- **Assignment**
For each line of the data below that contains "RequestHandler", return that line.

- **Source information**
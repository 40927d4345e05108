import type { RequestHandler } from 'express';
import { HttpError } from './errors';

/** Methods that only read; every other method changes something and is checked. */
const SAFE_METHODS = new Set(['GET', 'HEAD', 'OPTIONS']);

/** An origin as browsers send it in the Origin header: scheme://host[:port], no path, no trailing slash. */
function normalizeOrigin(value: string): string {
  return new URL(value).origin;
}

/**
 * Refuses state-changing API requests (POST, PUT, PATCH, DELETE, ...) sent by a page of another
 * site, so a signed-in user's session cookie cannot be used by that page (cross-site request
 * forgery). SameSite=Lax on the session cookie already keeps it off most cross-site requests;
 * this is the second, server-side check.
 *
 * Refused with 403 when:
 * - the Origin header is present and is not one of `trustedOrigins` (an opaque origin, sent as
 *   the string "null", is never trusted), or
 * - the browser states `Sec-Fetch-Site: cross-site`.
 *
 * A request without an Origin header passes: browsers always send Origin on a cross-site POST,
 * PUT, PATCH or DELETE, so a missing Origin means a client that is not a browser page
 * (`npm run plan:once`, curl, scripts, tests), which holds no victim's cookie to abuse.
 * Reads (GET, HEAD, OPTIONS) pass: they change nothing, and without CORS headers the browser
 * does not let the other site read the answer.
 */
export function sameOriginOnly(trustedOrigins: readonly string[]): RequestHandler {
  const trusted = new Set(trustedOrigins.map(normalizeOrigin));
  return (req, _res, next) => {
    if (SAFE_METHODS.has(req.method)) return next();
    const origin = req.get('origin');
    const fetchSite = req.get('sec-fetch-site');
    if (fetchSite === 'cross-site' || (origin !== undefined && !trusted.has(origin))) {
      throw new HttpError('forbidden', 'Refused: this request came from another site');
    }
    next();
  };
}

- **Result of this exercise**
import type { RequestHandler } from 'express';
export function sameOriginOnly(trustedOrigins: readonly string[]): RequestHandler {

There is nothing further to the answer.